I don't think there is something fundamental about AI that makes it obvious in which way it will shift the balance of power between governments and individuals. Sometimes the same technology could have either impact. For example the printing press had the impact of reducing state power in Europe and increasing it in China. So I think it's still up in the air how it will play out. Actually this is one of the reasons I am happy that so far AI's development has been in the private sector, and aimed at making money and marketing to consumers, than in developed in government, and focused on military applications, as it well could have been in another timeline.

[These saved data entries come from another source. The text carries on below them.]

/* Strided accesses: column sums of a row-major int32 matrix and a binary64 copy with stride 3. */
#include "runtime.h"
#define R 29
#define C 67
int A[R * C];
long colsum[C];
double src[3 * 300], dst[300];

__attribute__((noinline)) void colsums(int rows, int cols, const int *a, long *o) {
  for (int c = 0; c < cols; c++) {
    long s = 0;
    for (int r = 0; r < rows; r++) s += a[r * cols + c];
    o[c] = s;
  }
}
__attribute__((noinline)) void stride3(int n, const double *a, double *o) { for (int i = 0; i < n; i++) o[i] = a[3 * i + 1] * 2.0; }

void _start(void) {
  for (int i = 0; i < R * C; i++) A[i] = (int)rt_next();
  for (int i = 0; i < 900; i++) src[i] = rt_real(20);
  colsums(R, C, A, colsum);
  stride3(300, src, dst);
  rt_write(colsum, sizeof colsum);
  rt_write(dst, sizeof dst);
  rt_exit(0);
}
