/* BLAS-1 dot products: binary32 in source order (an ordered reduction) and int16 widened to int32. */
#include "runtime.h"
#define N 301
float a[N], b[N];
short p[N], q[N];
float fr[2];
int ir[2];

__attribute__((noinline)) float sdot(int n, const float *x, const float *y) {
  float s = 0;
  for (int i = 0; i < n; i++) s += x[i] * y[i];
  return s;
}

__attribute__((noinline)) int idot(int n, const short *x, const short *y) {
  int s = 0;
  for (int i = 0; i < n; i++) s += x[i] * y[i];
  return s;
}

void _start(void) {
  for (int i = 0; i < N; i++) {
    a[i] = (float)rt_real(8);
    b[i] = (float)rt_real(3);
    p[i] = (short)rt_next();
    q[i] = (short)(rt_next() >> 7);
  }
  fr[0] = sdot(N, a, b);
  fr[1] = sdot(N / 3, b, a + 5);
  ir[0] = idot(N, p, q);
  ir[1] = idot(17, q, p);
  rt_write(fr, sizeof fr);
  rt_write(ir, sizeof ir);
  rt_exit(0);
}
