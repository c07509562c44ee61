/**
 * Where a student is in a walkthrough: which steps' questions are answered
 * and whether the next step may be shown. A step with a question holds the
 * student there until an answer was checked (right or wrong: the
 * explanation is shown either way, and a lecture must go on). Pure.
 */
import type { Walkthrough } from '@shared/schemas/walkthrough'
import type { AnswerVerdict } from '@shared/walkthroughs/facts'

export interface Answered {
  answer: number
  verdict: AnswerVerdict
}

/** True when the student may go from step `index` to the next one. */
export function mayAdvance(w: Walkthrough, index: number, answers: ReadonlyMap<number, Answered>): boolean {
  if (index >= w.steps.length - 1) return false
  const step = w.steps[index]
  return !step?.question || answers.has(index)
}

/**
 * The step a jump to `target` lands on: never past the first unanswered
 * question before it (going back is always allowed).
 */
export function reachable(w: Walkthrough, from: number, target: number, answers: ReadonlyMap<number, Answered>): number {
  const last = w.steps.length - 1
  const want = Math.max(0, Math.min(last, target))
  if (want <= from) return want
  for (let i = from; i < want; i++) if (!mayAdvance(w, i, answers)) return i
  return want
}
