/*
 * Chimeline's kernel runtime: the few lines a freestanding RISC-V program needs
 * to report its results. Results leave through the Linux write system call
 * (a7 = 64, fd 1) and the program ends with exit (a7 = 93), the RISC-V Linux
 * syscall numbers QEMU user mode implements. Inputs come from a small linear
 * congruential generator (Knuth's MMIX constants, from memory) so that the
 * compiler cannot fold the kernels away.
 */
#ifndef CHIMELINE_RUNTIME_H
#define CHIMELINE_RUNTIME_H

typedef unsigned long size_t;

static inline void rt_write(const void *buf, size_t len) {
  register long a0 __asm__("a0") = 1;
  register long a1 __asm__("a1") = (long)buf;
  register long a2 __asm__("a2") = (long)len;
  register long a7 __asm__("a7") = 64;
  __asm__ volatile("ecall" : "+r"(a0) : "r"(a1), "r"(a2), "r"(a7) : "memory");
}

__attribute__((noreturn)) static inline void rt_exit(int code) {
  register long a0 __asm__("a0") = code;
  register long a7 __asm__("a7") = 93;
  __asm__ volatile("ecall" : : "r"(a0), "r"(a7) : "memory");
  for (;;) {
  }
}

static unsigned long rt_state = 0x2545f4914f6cdd1dUL;

/** The next 32 pseudo-random bits. */
static inline unsigned rt_next(void) {
  rt_state = rt_state * 6364136223846793005UL + 1442695040888963407UL;
  return (unsigned)(rt_state >> 32);
}

/** A value in [-range, range) with 1/64 steps: exact in binary32 and binary64. */
static inline double rt_real(int range) {
  return (double)((int)(rt_next() % (unsigned)(128 * range)) - 64 * range) / 64.0;
}

#endif
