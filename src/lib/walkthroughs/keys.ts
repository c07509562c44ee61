/**
 * The keys of a walkthrough being played: Space and → next, ← previous,
 * Home first, Esc leave, and in Present mode `b` blanks the screen. Pure:
 * the player component binds it to the window.
 */
export type WalkthroughKeyAction = 'next' | 'previous' | 'first' | 'leave' | 'blank'

export function walkthroughKeyAction(e: { key: string; ctrlKey?: boolean; metaKey?: boolean; altKey?: boolean }, presenting: boolean): WalkthroughKeyAction | null {
  if (e.ctrlKey || e.metaKey || e.altKey) return null
  switch (e.key) {
    case ' ':
    case 'ArrowRight':
      return 'next'
    case 'ArrowLeft':
      return 'previous'
    case 'Home':
      return 'first'
    case 'Escape':
      return 'leave'
    case 'b':
    case 'B':
      return presenting ? 'blank' : null
    default:
      return null
  }
}
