/* Stencils: a 3-point binary32 smoothing and a 5-point binary64 Laplacian on a 2-D grid. */
#include "runtime.h"
#define N 517
#define R 19
#define C 41
float u[N], v[N];
double g[R * C], h[R * C];

__attribute__((noinline)) void smooth(int n, const float *in, float *out) {
  for (int i = 1; i < n - 1; i++) out[i] = 0.25f * in[i - 1] + 0.5f * in[i] + 0.25f * in[i + 1];
}

__attribute__((noinline)) void laplace(int rows, int cols, const double *in, double *out) {
  for (int r = 1; r < rows - 1; r++)
    for (int c = 1; c < cols - 1; c++)
      out[r * cols + c] = in[(r - 1) * cols + c] + in[(r + 1) * cols + c] + in[r * cols + c - 1] + in[r * cols + c + 1] - 4.0 * in[r * cols + c];
}

void _start(void) {
  for (int i = 0; i < N; i++) u[i] = (float)rt_real(16);
  for (int i = 0; i < R * C; i++) g[i] = rt_real(9);
  smooth(N, u, v);
  laplace(R, C, g, h);
  rt_write(v, sizeof v);
  rt_write(h, sizeof h);
  rt_exit(0);
}
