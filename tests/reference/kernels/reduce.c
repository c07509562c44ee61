/* Reductions in every width: int8 to int32 and int64 sums, int16 and int32 maxima, an unsigned minimum, an int64 xor, a binary64 sum. */
#include "runtime.h"
#define N 999
signed char b8[N];
short h16[N];
int w32[N];
unsigned u32[N];
long d64[N];
double f64[N];
long out[8];

__attribute__((noinline)) int sum8(int n, const signed char *x) { int s = 0; for (int i = 0; i < n; i++) s += x[i]; return s; }
__attribute__((noinline)) long sum8l(int n, const signed char *x) { long s = 0; for (int i = 0; i < n; i++) s += x[i]; return s; }
__attribute__((noinline)) short max16(int n, const short *x) { short m = -32768; for (int i = 0; i < n; i++) m = x[i] > m ? x[i] : m; return m; }
__attribute__((noinline)) int max32(int n, const int *x) { int m = x[0]; for (int i = 1; i < n; i++) m = x[i] > m ? x[i] : m; return m; }
__attribute__((noinline)) unsigned minu(int n, const unsigned *x) { unsigned m = ~0u; for (int i = 0; i < n; i++) m = x[i] < m ? x[i] : m; return m; }
__attribute__((noinline)) long xor64(int n, const long *x) { long s = 0; for (int i = 0; i < n; i++) s ^= x[i]; return s; }
__attribute__((noinline)) double sumd(int n, const double *x) { double s = 0; for (int i = 0; i < n; i++) s += x[i]; return s; }

void _start(void) {
  for (int i = 0; i < N; i++) {
    b8[i] = (signed char)rt_next();
    h16[i] = (short)rt_next();
    w32[i] = (int)rt_next();
    u32[i] = rt_next() | 0x1000u;
    d64[i] = (long)rt_next() << 21 ^ (long)rt_next();
    f64[i] = rt_real(1000);
  }
  out[0] = sum8(N, b8);
  out[1] = sum8l(N - 3, b8 + 1);
  out[2] = max16(N, h16);
  out[3] = max32(N - 1, w32);
  out[4] = minu(N, u32);
  out[5] = xor64(N, d64);
  double s = sumd(N, f64);
  __builtin_memcpy(&out[6], &s, 8);
  out[7] = sum8(5, b8 + 7);
  rt_write(out, sizeof out);
  rt_exit(0);
}
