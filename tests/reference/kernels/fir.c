/* A fixed-point Q15 filter: 8-tap FIR with rounding and saturation to int16, and a saturating int16 add. */
#include "runtime.h"
#define N 480
#define T 8
short in[N + T], out[N], s1[N], s2[N], sat[N];
static const short taps[T] = {1024, -2048, 4096, 12000, 12000, 4096, -2048, 1024};

__attribute__((noinline)) void fir(int n, const short *x, const short *h, short *y) {
  for (int i = 0; i < n; i++) {
    int acc = 1 << 14;
    for (int t = 0; t < T; t++) acc += x[i + t] * h[t];
    acc >>= 15;
    y[i] = (short)(acc > 32767 ? 32767 : acc < -32768 ? -32768 : acc);
  }
}

__attribute__((noinline)) void addsat(int n, const short *a, const short *b, short *y) {
  for (int i = 0; i < n; i++) {
    int s = a[i] + b[i];
    y[i] = (short)(s > 32767 ? 32767 : s < -32768 ? -32768 : s);
  }
}

void _start(void) {
  for (int i = 0; i < N + T; i++) in[i] = (short)rt_next();
  for (int i = 0; i < N; i++) {
    s1[i] = (short)rt_next();
    s2[i] = (short)rt_next();
  }
  fir(N, in, taps, out);
  addsat(N, s1, s2, sat);
  rt_write(out, sizeof out);
  rt_write(sat, sizeof sat);
  rt_exit(0);
}
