/* Gathers and scatters: y[i] = x[idx[i]] (binary64 and int32) and z[idx[i]] = w[i] with a permutation index. */
#include "runtime.h"
#define N 401
double x[N], y[N];
int xi[N], yi[N], w[N], z[N];
int idx[N];

__attribute__((noinline)) void gatherd(int n, const double *src, const int *ix, double *dst) { for (int i = 0; i < n; i++) dst[i] = src[ix[i]]; }
__attribute__((noinline)) void gatheri(int n, const int *src, const int *ix, int *dst) { for (int i = 0; i < n; i++) dst[i] = src[ix[i]] + 1; }
__attribute__((noinline)) void scatter(int n, const int *src, const int *ix, int *dst) { for (int i = 0; i < n; i++) dst[ix[i]] = src[i]; }

void _start(void) {
  for (int i = 0; i < N; i++) {
    x[i] = rt_real(50);
    xi[i] = (int)rt_next();
    w[i] = (int)rt_next();
    idx[i] = (int)((unsigned)i * 173u % N); /* 173 and 401 are coprime: a permutation */
  }
  gatherd(N, x, idx, y);
  gatheri(N, xi, idx, yi);
  scatter(N, w, idx, z);
  rt_write(y, sizeof y);
  rt_write(yi, sizeof yi);
  rt_write(z, sizeof z);
  rt_exit(0);
}
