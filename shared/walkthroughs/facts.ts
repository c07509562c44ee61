/**
 * The numbers a walkthrough's questions ask for, read from the run itself,
 * and the check of a student's answer against them. Pure: the Bench, the
 * share page and the Learn claim tests call it on a run's trace.
 *
 * @example
 *   factValue(trace, { kind: 'phase', lane: 7, instruction: 1, field: 'execStart',
 *                      minus: { kind: 'phase', lane: 0, instruction: 1, field: 'execStart' } })
 */
import type { z } from 'zod'
import type { baseFactSchema, TraceFact, WalkthroughStep } from '../schemas/walkthrough'
import { laneTiming, type TimingTrace } from '../sim/trace/types'
import { metricValue, position } from '../expectations/evaluate'

/** A fact's value, or a sentence saying why the run has none (no such lane, instruction or phase). */
export type FactValue = { ok: true; value: number } | { ok: false; why: string }

type BaseFact = z.output<typeof baseFactSchema>

function baseValue(trace: TimingTrace, fact: BaseFact): FactValue {
  switch (fact.kind) {
    case 'metric':
      return { ok: true, value: metricValue(trace, fact.metric) }
    case 'stall':
      return { ok: true, value: trace.metrics.stallCycles[fact.reason] }
    case 'phase': {
      if (fact.lane >= trace.laneCount) return { ok: false, why: `the machine has ${trace.laneCount} lanes (0 to ${trace.laneCount - 1})` }
      const pos = position(trace, fact.instruction)
      if (pos < 0) return { ok: false, why: `the run has no instruction ${fact.instruction}` }
      const v = laneTiming(trace, pos, fact.lane)[fact.field]
      return v === null ? { ok: false, why: `lane ${fact.lane} has no active element in instruction ${fact.instruction}` } : { ok: true, value: v }
    }
    case 'latency': {
      const pos = position(trace, fact.instruction)
      const ins = pos < 0 ? undefined : trace.instructions[pos]
      if (!ins) return { ok: false, why: `the run has no instruction ${fact.instruction}` }
      return ins.latency === null ? { ok: false, why: `instruction ${fact.instruction} did not finish` } : { ok: true, value: ins.latency }
    }
  }
}

export function factValue(trace: TimingTrace, fact: TraceFact): FactValue {
  const a = baseValue(trace, fact)
  if (!a.ok || !fact.minus) return a
  const b = baseValue(trace, fact.minus)
  return b.ok ? { ok: true, value: a.value - b.value } : b
}

export type AnswerVerdict = { right: boolean; expected: string; explanation: string }

/**
 * Checks an answer to a step's question: the chosen option's index for a
 * choice, the typed number for a number question (right within the
 * question's tolerance of the fact's value in this run).
 */
export function checkAnswer(step: WalkthroughStep, answer: number, trace: TimingTrace): AnswerVerdict | null {
  const q = step.question
  if (!q) return null
  if (q.kind === 'choice') return { right: answer === q.correct, expected: q.options[q.correct] ?? '', explanation: q.explanation }
  const v = factValue(trace, q.fact)
  if (!v.ok) return { right: false, expected: `no answer in this run: ${v.why}`, explanation: q.explanation }
  return { right: Math.abs(answer - v.value) <= q.tolerance, expected: String(v.value), explanation: q.explanation }
}
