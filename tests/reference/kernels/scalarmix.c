/* Scalar code a compiler emits around loops: integer division and remainder in 32 and 64 bits, shifts, float division, min/max, and a recurrence that cannot vectorise. */
#include "runtime.h"
#define N 64
long r64[N];
int r32[N];
double rd[N];
float rf[N];

__attribute__((noinline)) void scalars(int n, long *a, int *b, double *c, float *f) {
  long acc = 12345;
  double x = 1.0;
  for (int i = 0; i < n; i++) {
    acc = acc * 31 + (acc >> 7) - (long)i * 1000003L;
    a[i] = acc / (i + 3) + acc % 977;
    b[i] = (int)acc / (i - 17 ? i - 17 : 1) + (int)((unsigned)acc % 1013u) + ((int)acc << (i & 15));
    x = x * 1.0625 + (double)(i + 1) / 7.0;
    c[i] = x / 3.0 - (double)b[i] * 1e-6;
    f[i] = __builtin_fminf((float)x, 40.0f) + __builtin_fmaxf((float)c[i], -2.5f);
  }
}

void _start(void) {
  scalars(N, r64, r32, rd, rf);
  rt_write(r64, sizeof r64);
  rt_write(r32, sizeof r32);
  rt_write(rd, sizeof rd);
  rt_write(rf, sizeof rf);
  rt_exit(0);
}
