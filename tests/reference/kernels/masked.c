/* Conditional loops that compile to masks: a clamp-and-scale, a conditional store and a count. */
#include "runtime.h"
#define N 613
float x[N], y[N];
int k[N], m[N];
int cnt[2];

__attribute__((noinline)) void relu(int n, const float *in, float *o) {
  for (int i = 0; i < n; i++) o[i] = in[i] > 0.0f ? in[i] * 2.0f : in[i] * 0.125f;
}
__attribute__((noinline)) void condset(int n, const int *in, int *o) {
  for (int i = 0; i < n; i++)
    if (in[i] & 4) o[i] = in[i] - 100;
}
__attribute__((noinline)) int countpos(int n, const int *in) {
  int c = 0;
  for (int i = 0; i < n; i++) c += in[i] > 1000;
  return c;
}

void _start(void) {
  for (int i = 0; i < N; i++) {
    x[i] = (float)rt_real(10);
    k[i] = (int)(rt_next() % 5000) - 2000;
    m[i] = 7;
  }
  relu(N, x, y);
  condset(N, k, m);
  cnt[0] = countpos(N, k);
  cnt[1] = countpos(N - 11, k + 11);
  rt_write(y, sizeof y);
  rt_write(m, sizeof m);
  rt_write(cnt, sizeof cnt);
  rt_exit(0);
}
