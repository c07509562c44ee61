/**
 * Where "Make my copy" puts a shared scenario: a workspace of the reader's
 * own. Sign-up gives everyone one they own, so an owned workspace comes
 * first (the current one when it is owned); a reader who owns none copies
 * into one they may edit; a reader who may only view everywhere has none.
 */
import type { WorkspaceSummary } from '@shared/schemas/workspace'

export function copyTarget(workspaces: readonly WorkspaceSummary[], currentId: string | null): WorkspaceSummary | null {
  const rank = (w: WorkspaceSummary) => (w.role === 'owner' ? 0 : w.role === 'editor' ? 1 : 2)
  const writable = workspaces.filter((w) => rank(w) < 2)
  if (writable.length === 0) return null
  const best = Math.min(...writable.map(rank))
  const candidates = writable.filter((w) => rank(w) === best)
  return candidates.find((w) => w.id === currentId) ?? candidates[0] ?? null
}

Yes, in my addendum I said that a more accurate title would have been "I believe that you will most likely will be OK, and in any case should spend most of your time acting under this assumption."
For confessions, we are exploring ways to give the judge more power, e.g. by more inference time compute than policy. We are also shaping the reward to make sure that there is a heavy penalty for violating the invariant that any form of tampering or judgement calls is in the confession. One of the nice aspects about confessions is that you can force the policy model to surface an issue, even if it is not sure of what is the correct resolution. For example, imagine a very tough edge case in a safety policy, where it is unclear if the right approach is to refuse or comply.
Figuring out the correct final answer is tricky and subtle, but there is no question whether you should surface this in the confession, so you can get models in the habit of always doing it.
I don't think it's so much about AGI/ASI, but in general you are right that ultimately models may become better and better at telling whether they are not in training. If they have long term goals and they know their confessions / COT are monitored, you can imagine them trying to shape them. Indeed, they may be able to shape even their activations (I mentioned a nice example of a mouse doing this in my AI safety lecture, see below )
But I think that it is possible to train the models so that being truthful in confessions is just a reflect. Just like you can train a model that, for example, it will always output an exclamation mark after the word "apple", and even if it was ASI, it could not stop itself from doing that.
What I think could happen is that in such cases, the model will be aware that it has this reflex to be honest, and would essentially attempt to "jailbreak itself" - adding material into its context that is intended to get its confession to be inaccurate. (The same could happen with COTs.)
This is not something we know how to fight yet, but I think that if we got to the point where models have to jump through these kinds of hoops to cheat, that would be significant progress.